* DATA TO PROCESS
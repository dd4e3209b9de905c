"""Analytic Jacobians of every block against central differences of its own residuals."""

from dataclasses import replace

import numpy as np
import pytest

from fieldround.geometry.camera import project
from fieldround.geometry.rotations import rotation_from_vector
from fieldround.solve.cameras import values_moved
from fieldround.solve.observations import blocks
from fieldround.solve.problem import LengthObservation, Marks, PosePrior, SolidObject
from fieldround.solve.state import make_layout, moved, ties_moved
from fieldround.solve.tie_residuals import tie_block
from tests.solve.simulated import simulated_pair

STEP = 1e-6


def rich_pair():
    """A pair with a cylinder, a ball, ends, plumb lines, two lengths and a pose prior."""
    truth = simulated_pair(np.random.default_rng(3), ties=15, noise=False)
    problem, state = truth.problem, truth.state
    values = np.array([[3000.0, 3010.0, 2010.0, 1490.0, 0.02, -0.03, 0.0005, -0.0004, 0.01]])
    ball = SolidObject("B1", "ball", True, known_diameter_m=0.3, known_sd_m=0.001)
    centre = state.points[0] + np.array([0.6, 0.2, -0.5])
    outline_px, outline_view = [], []
    for view in range(2):
        away = (centre - state.stations[view]) @ state.rotations[view].T
        for turn in np.linspace(0, 5, 6):
            edge = away + 0.15 * np.array([np.cos(turn), np.sin(turn), 0.0])
            outline_px.append(project(edge[None], values[0])[0])
            outline_view.append(view)
    outlines = Marks(
        np.ones(12, dtype=int),
        np.array(outline_view),
        np.array(outline_px),
        np.full(12, 0.5),
        np.zeros(12),
    )
    problem = replace(
        problem,
        objects=(replace(problem.objects[0], has_top=True, ground_guess=True), ball),
        outlines=outlines,
        ends=replace(problem.ends, side=np.array([0.0, 1.0])),
        plumb_view=np.array([0, 1]),
        plumb_normal=np.array([[1.0, 0.05, 0.1], [0.99, 0.1, -0.1]]),
        plumb_sd_rad=np.array([0.01, 0.02]),
        lengths=(*problem.lengths, LengthObservation(2.1, 0.3, "GNSS")),
        pose_priors=(
            PosePrior(
                1,
                state.rotations[1] @ rotation_from_vector([0.001, 0.0, 0.002]),
                0.1,
                np.array([1.0, 0, 0]),
                0.2,
            ),
        ),
    )
    state = replace(
        state,
        axes=np.vstack([state.axes, [[0.0, 0.0, 1.0]]]),
        points=np.vstack([state.points, centre[None]]),
        radii=np.array([state.radii[0], 0.15]),
        tapers=np.array([state.tapers[0], 0.0]),
        base=np.array([-1.3, 0.0]),
        top=np.array([2.0, 0.0]),
        ties=[0.0, 0.0, 1.0] + 0.1 * np.random.default_rng(1).normal(size=(15, 3)),
        ties_rho=np.linspace(0.0, 0.2, 15),
    )
    state = replace(state, ties=state.ties / np.linalg.norm(state.ties, axis=1, keepdims=True))
    return problem, state, values


PROBLEM, STATE, VALUES = rich_pair()
LAYOUT = make_layout(PROBLEM)


def at(column, amount):
    step = np.zeros(LAYOUT.size)
    step[column] = amount
    values = values_moved(VALUES, step[LAYOUT.own :].reshape(-1, 9))
    return moved(STATE, LAYOUT, step), values[PROBLEM.cameras]


@pytest.mark.parametrize("column", range(LAYOUT.size))
def test_blocks_agree_with_differences(column):
    found = blocks(PROBLEM, LAYOUT, STATE, VALUES[PROBLEM.cameras])
    high, low = (blocks(PROBLEM, LAYOUT, *at(column, amount)) for amount in (STEP, -STEP))
    assert {block.source for block in found} == {
        "limb marks",
        "baseline",
        "uprightness",
        "taper",
        "ground line",
        "ties",
    }
    for block, more, less in zip(found, high, low, strict=True):
        slope = (more.residuals - less.residuals) / (2 * STEP)
        size = max(float(np.abs(block.jacobian).max()), 1.0)
        # Second-order parts (bases that turn with their vector) stay below a part in 500.
        assert np.allclose(block.jacobian[:, column], slope, atol=2e-3 * size), block.source


def test_tie_block_agrees_with_differences():
    found = tie_block(PROBLEM, LAYOUT, STATE, VALUES[PROBLEM.cameras])
    for place, column in enumerate(found.columns):
        high, low = (
            tie_block(PROBLEM, LAYOUT, *at(column, amount), derivatives=False).residuals
            for amount in (STEP, -STEP)
        )
        assert np.allclose(found.by_rest[:, :, place], (high - low) / (2 * STEP), atol=5e-3)
    for axis in range(3):
        step = np.zeros((15, 3))
        step[:, axis] = STEP
        high, low = (
            tie_block(
                PROBLEM, LAYOUT, ties_moved(STATE, s), VALUES[PROBLEM.cameras], derivatives=False
            ).residuals
            for s in (step, -step)
        )
        assert np.allclose(found.by_tie[:, :, axis], (high - low) / (2 * STEP), atol=5e-3)


def test_a_view_that_does_not_see_a_tie_says_nothing_of_it():
    px = PROBLEM.ties_px.copy()
    px[3, 1] = np.nan
    blind = replace(PROBLEM, ties_px=px)
    found = tie_block(blind, LAYOUT, STATE, VALUES[PROBLEM.cameras])
    assert np.all(found.residuals[3, 2:] == 0.0)
    assert np.all(found.by_tie[3, 2:] == 0.0)
    assert np.all(found.by_rest[3, 2:] == 0.0)


def test_exact_marks_leave_no_residuals():
    truth = simulated_pair(np.random.default_rng(8), ties=5, noise=False, taper=-0.008)
    layout = make_layout(truth.problem)
    found = blocks(truth.problem, layout, truth.state, truth.values[None][[0, 0]])
    # A cone's limb is met to second order in its taper: far below any mark.
    for block in found:
        if block.source in ("limb marks", "baseline"):
            assert np.abs(block.residuals).max() < 1e-3
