from dataclasses import replace

import numpy as np
import pytest
from scipy.stats import binom

from fieldround.rounds.model import Camera
from fieldround.solve.adjust import adjust_round
from fieldround.solve.assemble import Assembled
from fieldround.solve.cameras import camera_priors
from fieldround.solve.derive import find_objects
from fieldround.solve.pairwise import PairStart, common_start, solve_alone
from fieldround.solve.start_objects import closed_form_readings
from tests.bench.honesty import gross, random_case
from tests.solve.simulated import HEIGHT, WIDTH, simulated_pair


def card(focal_px=3000.0, relative_sd=1e-3, k1_sd=0.0, heavy=False):
    return Camera(
        "card",
        (WIDTH, HEIGHT),
        (focal_px, focal_px),
        relative_sd * focal_px,
        (2010.0, 1490.0),
        1.0,
        distortion_sd=(k1_sd, 0.0, 0.0, 0.0, 0.0),
        focal_heavy_tailed=heavy,
    )


def solved(truth, camera):
    priors = camera_priors([camera])
    start = solve_alone(Assembled(truth.problem, {}, len(truth.problem.ties_px)), priors)
    assert isinstance(start, PairStart), start
    return adjust_round([start.fit], start.values, priors), start


def test_exact_observations_give_the_exact_diameter():
    truth = simulated_pair(np.random.default_rng(1), noise=False, ties=60)
    adjusted, start = solved(truth, card())
    finding = find_objects(adjusted, 0)[0]
    assert start.converged
    assert finding.diameter_m == pytest.approx(truth.diameters_m[0], rel=2e-5)
    assert finding.taper_mm_per_m == pytest.approx(-10.0, abs=0.05)
    assert finding.lean_deg == pytest.approx(0.0, abs=0.5)


def test_the_budget_sums_to_the_variance():
    adjusted, _ = solved(simulated_pair(np.random.default_rng(2)), card())
    finding = find_objects(adjusted, 0)[0]
    assert sum(finding.budget.values()) == pytest.approx(finding.diameter_sd_m**2, rel=1e-9)
    linear = finding.gradient @ adjusted.covariances[0] @ finding.gradient
    assert finding.diameter_sd_m**2 >= linear * (1 - 1e-6)
    assert min(finding.budget.values()) >= 0.0


def test_the_readings_agree_with_the_closed_form():
    adjusted, _ = solved(simulated_pair(np.random.default_rng(4)), card())
    finding = find_objects(adjusted, 0)[0]
    fit = adjusted.fits[0]
    spreads = closed_form_readings(fit.problem, adjusted.values, fit.state, 0)
    # The closed form holds the poses fixed: equal within a fraction of the readings' sd.
    assert np.allclose(spreads, finding.readings_m, atol=1.5 * max(finding.reading_sd_m))
    assert finding.agreement is not None


def test_wrong_ties_are_set_aside():
    truth = simulated_pair(np.random.default_rng(5), wrong=0.3)
    adjusted, _ = solved(truth, card())
    kept = adjusted.fits[0].tie_keep > 0
    assert kept[truth.tie_right].mean() > 0.97
    # A wrong tie may lie on its epipolar line by chance and do no harm there.
    assert kept[~truth.tie_right].mean() < 0.1


def test_a_stray_limb_mark_is_set_aside():
    truth = simulated_pair(np.random.default_rng(6), mark_sd_px=0.3)
    px = truth.problem.limbs.px.copy()
    px[3, 0] += 15.0
    limbs = replace(truth.problem.limbs, px=px)
    truth = replace(truth, problem=replace(truth.problem, limbs=limbs))
    adjusted, _ = solved(truth, card())
    finding = find_objects(adjusted, 0)[0]
    assert adjusted.fits[0].limbs_dropped == 1
    assert abs(finding.diameter_m - truth.diameters_m[0]) < 4 * finding.diameter_sd_m


def test_ten_pairs_find_their_common_focal_length():
    """Focal length 3 % off and k1 unknown: ten pairs bring the focal length to 0.4 %."""
    focal_px = 3000.0
    priors = camera_priors([card(focal_px * 1.03, 0.03, k1_sd=0.03)])
    starts = []
    for seed in range(10):
        truth = simulated_pair(
            np.random.default_rng(100 + seed),
            distortion=(-0.02, 0, 0, 0, 0),
            mark_sd_px=0.3,
            converge=1.0,
        )
        start = solve_alone(Assembled(truth.problem, {}, 200), priors)
        assert isinstance(start, PairStart), start
        starts.append(start)
    together, values, strangers = common_start(starts, priors)
    assert strangers == []
    adjusted = adjust_round([s.fit for s in together], values, priors)
    assert adjusted.values[0, 0] == pytest.approx(focal_px, rel=0.004)
    errors = [
        (find_objects(adjusted, i)[0].diameter_m - 0.3) / find_objects(adjusted, i)[0].diameter_sd_m
        for i in range(10)
    ]
    assert max(map(abs, errors)) < 4.0


def test_a_photo_of_another_zoom_stays_alone():
    priors = camera_priors([card(3000.0, 0.03)])
    starts = []
    for seed in range(6):
        focal = 3600.0 if seed == 3 else 3000.0
        truth = simulated_pair(np.random.default_rng(200 + seed), focal_px=focal, ties=300)
        starts.append(solve_alone(Assembled(truth.problem, {}, 300), priors))
    _, values, strangers = common_start(starts, priors)
    assert [s.fit is starts[3].fit for s in strangers] == [True]
    assert "another camera" in strangers[0].spoilers[-1]
    assert values[0, 0] == pytest.approx(3000.0, rel=0.01)


def test_the_same_pair_gives_the_same_bits_and_rows_may_change_places():
    truth = simulated_pair(np.random.default_rng(7), wrong=0.1)
    first, again = (find_objects(solved(truth, card())[0], 0)[0] for _ in range(2))
    assert first.diameter_m == again.diameter_m
    problem = truth.problem
    order = np.random.default_rng(0).permutation(len(problem.limbs))
    shuffled = replace(truth, problem=replace(problem, limbs=problem.limbs.only(order)))
    other = find_objects(solved(shuffled, card())[0], 0)[0]
    assert other.diameter_m == pytest.approx(first.diameter_m, rel=1e-9)
    assert other.diameter_sd_m == pytest.approx(first.diameter_sd_m, rel=1e-7)


def test_intervals_cover_over_the_envelope():
    """Short form of tests/bench/honesty.py: fixed seeds, binomial bounds of 1 in 1,000."""
    cases = [random_case(5_000_000 + i) for i in range(150)]
    results = [c for c in cases if c.verdict != "no result"]
    assert len(results) > 140
    inside = sum(c.covered_95 for c in results)
    assert binom.cdf(inside, len(results), 0.95) > 1e-3
    narrow = sum(c.covered_68 for c in results)
    assert 1e-3 < binom.cdf(narrow, len(results), 0.6827) < 1 - 1e-3
    assert not any(gross(c) for c in cases)
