"""Made-up rounds with exact truth: objects, stations, photos and sheets (all numbers invented)."""

from __future__ import annotations

from collections.abc import Sequence
from dataclasses import dataclass, field
from pathlib import Path

import numpy as np

from fieldround.geometry.camera import from_card, project
from fieldround.geometry.rotations import rotation_from_vector
from fieldround.geometry.solids import limb_points, outline_rays
from fieldround.rounds.model import Camera, Mark, Pair, Photo, Round, RoundObject, Settings
from fieldround.vision.ties import Ties
from tests.solve.simulated import look_at

CARD = Camera(
    "card", (4000, 3000), (3000.0, 3000.0), 1.5, (2010.0, 1490.0), 1.0,
    distortion=(0.03, -0.02, 0.0, 0.0, 0.0),
)  # fmt: skip
VALUES = np.array([*CARD.focal_px, *CARD.centre_px, *CARD.distortion])


@dataclass(frozen=True)
class Solid:
    """A true object: base (foot of its axis, or a ball's centre), axis, diameter at 1.3 m."""

    name: str
    kind: str
    base: tuple[float, float, float]
    diameter_m: float
    axis: tuple[float, float, float] = (0.0, 0.0, 1.0)
    taper_m_per_m: float = 0.0
    length_m: float = 6.0
    heights: tuple[float, ...] = (0.6, 0.9, 1.2, 1.5, 1.8)
    known: bool = False


@dataclass(frozen=True)
class View:
    """Where a photo is taken from and aimed at; `turn` as `Photo.turn_deg`."""

    photo: str
    station: tuple[float, float, float]
    aim: tuple[float, float, float]
    turn: int = 0
    roll_deg: float = 1.0


@dataclass
class Built:
    """A round and its ties."""

    round: Round
    ties: dict[str, Ties]


@dataclass(frozen=True)
class Outing:
    """What to build: pairs of views with the objects seen in them."""

    pairs: dict[str, Sequence[View]]
    solids: Sequence[Solid]
    mark_sd_px: float = 0.4
    tie_sd_px: float = 0.15
    ties: int = 150
    tape_sd_m: float = 0.003
    tapes: dict[str, float | None] = field(default_factory=dict)
    depth: tuple[float, float] = (3.0, 60.0)
    flat: bool = False
    settings: Settings = field(default_factory=Settings)
    seed: int = 1


def camera_rotation(view: View) -> np.ndarray:
    """Card-from-world rotation: the upright camera turned back into the card's picture."""
    aim = np.array(view.aim) - np.array(view.station)
    upright = look_at(aim, np.radians(view.roll_deg))
    # Upright x right, y down; the card's picture lies turned counter-clockwise by `turn`.
    return rotation_from_vector(np.array([0.0, 0.0, -np.radians(view.turn)])) @ upright


def pixels(points: np.ndarray, view: View) -> np.ndarray:
    """Card pixels of world points, NaN outside the picture."""
    seen = (points - np.array(view.station)) @ camera_rotation(view).T
    with np.errstate(invalid="ignore"):
        px = project(seen, VALUES)
        px[~((px >= 0) & (px <= [3999, 2999])).all(axis=1)] = np.nan
    return px


def upright_size(view: View) -> tuple[int, int]:
    """Size of the upright picture."""
    return (3000, 4000) if view.turn in (90, 270) else (4000, 3000)


def build(outing: Outing) -> Built:
    """Photos, sheets and ties of an outing."""
    rng = np.random.default_rng(outing.seed)
    photos, marks, ties, pairs = {}, [], {}, []
    for name, views in outing.pairs.items():
        for view in views:
            photos[view.photo] = Photo(
                view.photo, Path(view.photo), upright_size(view), view.turn, "card"
            )
            marks += _marks(outing, view, rng)
        ties[name] = _ties(outing, views, rng)
        length = float(np.linalg.norm(np.subtract(views[1].station, views[0].station)))
        tape = outing.tapes.get(name, length + outing.tape_sd_m * rng.normal())
        pairs.append(Pair(name, tuple(v.photo for v in views), tape, outing.tape_sd_m))
    objects = []
    for solid in outing.solids:
        seen = tuple(
            p.pair
            for p in pairs
            if any(m.object == solid.name and m.photo in p.photos for m in marks)
        )
        objects.append(
            RoundObject(
                solid.name,
                solid.kind,
                seen,
                ref_height_m=1.3 if solid.kind != "ball" else None,
                known_diameter_m=solid.diameter_m if solid.known else None,
                known_sd_m=0.0005 if solid.known else None,
            )
        )
    built = Round(
        Path("made-up"),
        outing.settings,
        {"card": CARD},
        photos,
        tuple(pairs),
        tuple(objects),
        tuple(marks),
    )
    return Built(built, ties)


def _marks(outing: Outing, view: View, rng: np.random.Generator) -> list[Mark]:
    out = []
    station = np.array(view.station)

    def add(solid: Solid, name: str, points: np.ndarray, sd: float) -> None:
        for px in pixels(points, view):
            if np.isfinite(px).all():
                x, y = from_card(px[None], view.turn, upright_size(view))[0]
                out.append(
                    Mark(
                        solid.name,
                        view.photo,
                        name,
                        x + sd * rng.normal(),
                        y + sd * rng.normal(),
                        max(sd, 0.05),
                    )
                )

    for solid in outing.solids:
        base, axis = np.array(solid.base), np.array(solid.axis)
        if solid.kind == "ball":
            rays = outline_rays(station, base, 0.5 * solid.diameter_m, 13)[:-1]
            add(solid, "outline", station + 5.0 * rays, outing.mark_sd_px)
            continue
        taper = 0.5 * solid.taper_m_per_m
        radius = 0.5 * solid.diameter_m - 1.3 * taper
        for name, side in (("left", 1.0), ("right", -1.0)):
            limb = limb_points(station, base, axis, radius, taper, np.array(solid.heights), side)
            add(solid, name, limb, outing.mark_sd_px)
        if solid.kind != "pipe":
            add(solid, "base", base[None], 1.5 * min(1.0, outing.mark_sd_px / 0.4))
            add(solid, "top", (base + solid.length_m * axis)[None], 1.5)
    return _left_is_left(out)


def _left_is_left(marks: list[Mark]) -> list[Mark]:
    """Names of the limbs by the upright picture, as a person would give them."""
    out = []
    for mark in marks:
        if mark.mark in ("left", "right"):
            mine = [m for m in marks if m.object == mark.object and m.mark in ("left", "right")]
            means = {
                side: np.mean([m.x_px for m in mine if m.mark == side])
                for side in ("left", "right")
            }
            if means["left"] > means["right"]:
                other = "right" if mark.mark == "left" else "left"
                mark = Mark(mark.object, mark.photo, other, mark.x_px, mark.y_px, mark.sd_px)
        out.append(mark)
    return out


def _ties(outing: Outing, views: Sequence[View], rng: np.random.Generator) -> Ties:
    kept: list[np.ndarray] = []
    first = views[0]
    while sum(len(k) for k in kept) < outing.ties:
        n = 4 * max(outing.ties, 1)
        px = rng.uniform([20, 20], [3980, 2980], (n, 2))
        depth = np.exp(rng.uniform(*np.log(outing.depth), (n, 1)))
        if outing.flat:
            depth = np.full((n, 1), outing.depth[1])
        rays = np.concatenate([(px - VALUES[2:4]) / VALUES[:2], np.ones((n, 1))], axis=1)
        points = np.array(first.station) + (rays * depth) @ camera_rotation(first)
        seen = np.stack([pixels(points, view) for view in views], axis=1)
        enough = np.isfinite(seen[:, 0, 0]) & np.isfinite(seen[:, 1, 0])
        kept.append(seen[enough])
    card = np.concatenate(kept)[: outing.ties]
    card = card + outing.tie_sd_px * rng.normal(size=card.shape)
    upright = np.full(card.shape, np.nan)
    for i, view in enumerate(views):
        upright[:, i] = from_card(card[:, i], view.turn, upright_size(view))
    return Ties(upright, np.full(len(card), max(outing.tie_sd_px, 0.05)), len(card))
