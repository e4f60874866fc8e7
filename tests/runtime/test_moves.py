"""What lets a motion through, against shapely."""

import numpy as np
import pytest
import shapely
from hypothesis import given, settings
from hypothesis import strategies as st

from learnfilter.core.errors import ConfigError, ShapeError
from learnfilter.runtime.moves import MOTIONS, Footprint, Motion, check_motions, clear_motions, free_range

CAMERA = np.radians(np.linspace(-43.6, 43.6, 32))
SCANNER = np.radians(np.arange(-90.0, 91.0, 2.0))
AHEAD = Motion(0.5, 0.0, 0.0)


def clear(depth, bearings, motion=AHEAD, **footprint):
    return bool(clear_motions([motion], depth, bearings, Footprint(**footprint))[0])


@given(
    seed=st.integers(0, 10**6),
    forward=st.floats(-0.3, 0.6),
    left=st.floats(-0.4, 0.4),
    mount=st.tuples(st.floats(-0.1, 0.1), st.floats(-0.1, 0.1), st.floats(-1, 1)),
)
@settings(max_examples=200, deadline=None, derandomize=True)
def test_a_clear_motion_meets_nothing_that_the_strip_shows(seed, forward, left, mount):
    """The swept disc, built by shapely, stays off the line through all returns."""
    depth = np.random.default_rng(seed).uniform(0.3, 2.0) + np.random.default_rng(seed + 1).exponential(
        0.2, 91
    )
    motion = Motion(forward, left, 0.3)
    if clear(depth, SCANNER, motion, mount=mount):
        returns = np.stack([depth * np.cos(SCANNER + mount[2]), depth * np.sin(SCANNER + mount[2])], 1)
        swept = shapely.LineString([(0, 0), (forward, left)]).buffer(0.2)
        assert not swept.intersects(shapely.LineString(returns + mount[:2]))


@pytest.mark.parametrize(("wall_m", "expected"), [(0.74, False), (0.77, True)])
def test_room_ahead_is_measured_to_the_front_of_the_disc(wall_m, expected):
    """0.5 m of travel, 0.2 m of radius and 0.05 m of clearance need 0.75 m."""
    depth = wall_m / np.cos(SCANNER).clip(1e-3)
    assert clear(depth, SCANNER) is expected


@pytest.mark.parametrize("column", range(40, 51))
def test_a_missing_column_ahead_forbids(column):
    """Nothing came back is not the same as nothing there."""
    depth = np.full(91, 3.0)
    depth[column] = np.nan
    assert not clear(depth, SCANNER)


@pytest.mark.parametrize("motion", [Motion(-0.2, 0, 0), Motion(0, 0.2, 0), Motion(0.1, -0.3, 0)])
def test_what_the_sensor_cannot_see_forbids(motion):
    """A camera that looks ahead says nothing of the back and the sides."""
    assert not clear(np.full(32, 5.0), CAMERA, motion)


def test_a_camera_of_90_degrees_sees_enough_to_drive_ahead():
    """Its flanks, which it came past, are trusted as far as the skirt."""
    assert clear(np.full(32, 5.0), CAMERA)


def test_without_a_skirt_unseen_flanks_forbid():
    """The strict reading of 'seen free'."""
    assert not clear(np.full(32, 5.0), CAMERA, skirt_m=0.0)


def test_turning_on_the_spot_is_always_clear():
    """A disc that turns sweeps nothing new."""
    assert clear(np.full(32, np.nan), CAMERA, Motion(0.0, 0.0, 1.0))


def test_a_sensor_that_looks_back_lets_the_robot_back_up():
    """The mount's heading turns the field of view."""
    assert clear(np.full(91, 2.0), SCANNER, Motion(-0.3, 0, 0), mount=(0.0, 0.0, np.pi))


def test_between_columns_the_nearer_reading_counts():
    """Half-way between readings of 1 and 3 metres only 1 metre is known to be free."""
    free, seen = free_range(np.array([0.05, 0.0, 0.12, 0.2]), np.array([1.0, 3.0]), np.array([0.0, 0.1]))
    np.testing.assert_array_equal(free, [1.0, 1.0, 3.0, 0.0])
    np.testing.assert_array_equal(seen, [True, True, True, False])


def test_a_sensor_beside_the_robot_is_refused():
    """The rule about convex ground needs the sensor on the disc."""
    with pytest.raises(ConfigError, match="not on the robot"):
        Footprint(mount=(0.3, 0.0, 0.0))


def test_lengths_must_agree():
    """A depth for every bearing."""
    with pytest.raises(ShapeError):
        clear(np.ones(5), SCANNER)


def test_motions_are_judged_one_by_one():
    """A wall 0.6 m ahead stops half a metre and not a quarter; order and turns between do not matter."""
    depth = 0.6 / np.cos(SCANNER).clip(1e-3)
    motions = [Motion(0, 0, 1.0), Motion(0.5, 0, 0), Motion(0, 0, -1.0), Motion(0.25, 0, 0)]
    np.testing.assert_array_equal(
        clear_motions(motions, depth, SCANNER, Footprint()), [True, False, True, True]
    )


def test_an_infinite_reading_shows_nothing():
    """Some drivers say infinity where nothing came back."""
    assert not clear(np.full(91, np.inf), SCANNER)


def test_the_usual_motions_turn_as_much_to_the_left_as_to_the_right():
    """Else a robot that draws them evenly would circle."""
    np.testing.assert_allclose(sum(motion.turn_rad for motion in MOTIONS), 0.0, atol=1e-12)


@pytest.mark.parametrize("side", [1.0, -1.0])
def test_motions_without_a_way_to_turn_are_refused(side):
    """Blocked, it could do nothing, or turn one way only."""
    with pytest.raises(ConfigError, match=r"mover\.moves"):
        check_motions([Motion(0.5, 0, side), Motion(0, 0, side)])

* INSTRUCTIONS FOR THE TASK
Set down, exactly as they appear, the lines above from the first one to the line that holds "from fieldround.solve.observations import", both included, please, and no others.

* EXERCISE SOLUTION
repository dd4e3209b9de905c
"""Analytic Jacobians of every block against central differences of its own residuals."""

from dataclasses import replace

import numpy as np
import pytest

from fieldround.geometry.camera import project
from fieldround.geometry.rotations import rotation_from_vector
from fieldround.solve.cameras import values_moved
from fieldround.solve.observations import blocks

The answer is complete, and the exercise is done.